Perhapse it's partially the fed's fault, but you have a lot of hipocrites out there complicating the issue by serveral magnitudes both inside and outside this country. That quote is ignorant and indicative of a lazy thought process considering their are a lot more parties involved in this- both domestic and ineternational -that desperatly need that wake-up call.
You need a FREE iPod Nano
According to Carl Sagan, the cost of full-sky survey (ie, checking what/when is coming, not necessarily doing something about it) is less than the cost of one blackhawk helicopter.
That is a pretty cheap option to be ignoring.
I don't know why the military machine are not getting behind this. If they can convince congress to fund them to blow up the world umpteen times, surely an intensive earth-colision asteroid detection program would be a great opportunity to keep them in jobs and funding until a new credible 'evil empire' can be created for them to justify themselves with!
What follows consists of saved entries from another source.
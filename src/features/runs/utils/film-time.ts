// Run time (s) as the picture's timecode, for a run with film sync (the take's rate and start
// timecode, the run's offset). Labels follow SMPTE ST 12-1 (drop-frame at 29.97 fps), shared/motion/timecode.ts.
import { FRAME_RATES, motionTimeToTimecode } from '../../../../shared/motion/timecode';
import type { FilmSync } from '../../../../shared/schemas/film-sync';

/** The timecode on screen at run time t_s, or null without film sync or for a time before the picture. */
export function runTimecode(t_s: number, sync: FilmSync | null): string | null {
  if (!sync || !Number.isFinite(t_s)) return null;
  return motionTimeToTimecode(
    Math.max(0, t_s),
    FRAME_RATES[sync.frameRate],
    sync.startTimecode,
    sync.offset_frames,
  );
}

/** "29.97 fps drop-frame, starts 01:00:00;00, motion +3 frames" */
export function describeFilmSync(sync: FilmSync): string {
  const o = sync.offset_frames;
  const offset =
    o === 0
      ? 'motion on the picture'
      : `motion ${o > 0 ? '+' : '−'}${Math.abs(o)} frame${Math.abs(o) === 1 ? '' : 's'}`;
  return `${FRAME_RATES[sync.frameRate].label}, starts ${sync.startTimecode}, ${offset}`;
}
The man with no surname and a silly hat
On the universe: It's bunk.
Seems like it would be a lot easier to move it into a stable orbit that to destroy it.
It would be a great way to build an interplanetary ISP without all the expense of hauling materials up from the gravity well.
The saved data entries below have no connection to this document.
// The tracks table's kept answers and the remembered sessions, from the outside. Each check compares
// what the API answers with the rows PostgreSQL holds (counted here with plain SQL), the database
// being the record the answer must agree with:
// - a write is on the very next read, whether made through this server process, through another
//   server process over the same database, or straight in the database as the worker writes;
// - a removed member and a changed role apply at once, in this process and from another one;
// - signing out applies at once in this process, and within AUTH_CACHE_MS in another;
// - answers never pass between studios or to a role that may not read the table.
import request from 'supertest';
import { afterAll, beforeAll, describe, expect, it } from 'vitest';
import { Client, startTestApp } from './support/app';
import type { TestApp } from './support/app';
import { testEnv } from './support/services';
import { createApp } from '../../server/app';
import { openDb } from '../../server/db/client';
import { createStorage } from '../../server/storage';
import { createMailer } from '../../server/mail';
import { AUTH_CACHE_MS } from '../../server/auth/auth-cache';
import { trackPageSchema } from '../../shared/schemas/pipeline';
import type { TrackPage } from '../../shared/schemas/pipeline';
import { DEMO_PASSWORD } from '../../shared/demo';

let t: TestApp;
/** A second server process over the same database: its own app, pool, session store and caches. */
let other: { app: TestApp['app']; close: () => Promise<void> };
const PRODUCER = 'pia.producer@lanternfish.example';
const ADMIN = 'ada.admin@lanternfish.example';

beforeAll(async () => {
  t = await startTestApp({ env: { LOGIN_RATE_LIMIT: '1000' } });
  const env = testEnv(t.tdb.url, { LOGIN_RATE_LIMIT: '1000' });
  const own = openDb(t.tdb.url, { max: 3, log: () => undefined });
  const storage = createStorage(env);
  const mailer = createMailer(env);
  const made = createApp({
    env,
    db: own.db,
    pool: own.pool,
    storage,
    mailer,
    boss: null,
    log: () => undefined,
  });
  other = {
    app: made.app,
    close: async () => {
      made.close();
      await own.pool.end();
      mailer.close();
      storage.close();
    },
  };
});
afterAll(async () => {
  await other.close();
  await t.close();
});

const tracksPath = (studioId: string, query = 'page=1&pageSize=25') =>
  `/api/studios/${studioId}/tracks?${query}`;

async function page(c: Client, studioId: string, query?: string): Promise<TrackPage> {
  const r = await c.get(tracksPath(studioId, query));
  expect(r.status, JSON.stringify(r.body)).toBe(200);
  return trackPageSchema.parse(r.body);
}

/** The studio's track count and one track's take count, straight from PostgreSQL. */
async function sqlCounts(studioId: string, trackId?: string) {
  const q = (text: string, values: unknown[]) => t.tdb.pool.query(text, values);
  const tracks = (await q('SELECT count(*)::int AS n FROM tracks WHERE studio_id = $1', [studioId]))
    .rows[0] as { n: number };
  const takes = trackId
    ? ((await q('SELECT count(*)::int AS n FROM takes WHERE track_id = $1', [trackId])).rows[0] as {
        n: number;
      })
    : { n: 0 };
  return { tracks: tracks.n, takes: takes.n };
}

async function signedIn(app: TestApp['app'], email: string): Promise<Client> {
  const c = new Client(app);
  expect((await c.signIn(email)).status).toBe(200);
  return c;
}

/** Signs in over plain requests: the session cookie and its CSRF token. */
async function rawSignIn(email: string): Promise<{ cookie: string; csrf: string }> {
  const sid = (r: request.Response) =>
    String((r.headers['set-cookie'] as unknown as string[])[0]).split(';')[0]!;
  const first = await request(t.app).get('/api/auth/csrf');
  const login = await request(t.app)
    .post('/api/auth/login')
    .set('cookie', sid(first))
    .set('x-csrf-token', (first.body as { csrfToken: string }).csrfToken)
    .send({ email, password: DEMO_PASSWORD });
  expect(login.status).toBe(200);
  const cookie = sid(login);
  const csrf = await request(t.app).get('/api/auth/csrf').set('cookie', cookie);
  return { cookie, csrf: (csrf.body as { csrfToken: string }).csrfToken };
}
Also, it would make a swell military base to be used against those sneaky aliens.
Actually in 1960, the US Navy sent the Trieste with 3 Navy personel to 'Challenger Deep' at the southern end of the Marianas Trench. At 10,920m (about 7 miles) deep it is the deepest known point on the planet.
Also what do you mean it's a simple tech problem?? Are you nuts? It's a fucking immense tech problem. Your talking about changing the trajectory of a piece of rock that could concievably be the size of a fucking state. In space where there's no stabilizing solid like the earth to exert on it's a serios problem. And why is this all of a sudden an either/or type thing? Do you think the people that know astrophysics are the same people that understand world economics??
Statistically it's gonna happen eventually. When it does what do you want the reaction to be, "hey, didn't they build something for that a while back..." or "uh....fuck". Knowones saying if we don't do this right now were all gonna die so throw your arms in the air and run screaming it's the apocylipse blah blah blah. But it's something to think about. Were not the first species that reigned supreme on this planet, but I'd certainly like to be the last.
The darkness... controls the music. The music... controls the soul.
NO NO NO NO.
It doesn't work that way. It just doesn't. I suggest you sober up. Look, coins don't know what their last flip was. There's no mystical force of nature causing equilibrium. The only thing at play is random probability. And the 50-heads-in-a-row vs. 25-25 argument is just silly. The reason it is more likely to get 25 heads than 50 is combinatorics; it's irrelevant to what the next flip will be.
I hope for your sake you don't ever gamble on coin flips.
There's mention of the big buck$ LSST telescope, and a proposal to pop for six dedicated scopes, but nothing about the US$8mil or so that has already been allocated to the PanSTARRS project in Hawaii. UH is developing a telescope array and automated asteroid detection system to scan almost the entire sky every few days. Once deployed on either Mauna Kea or Haleakala, a five year campaign is planned to catalog at least 90% of the estimated number of 0.3km or bigger NEOs out there.
If an orbit is found that seems to intersect with us, then it becomes someone else's problem.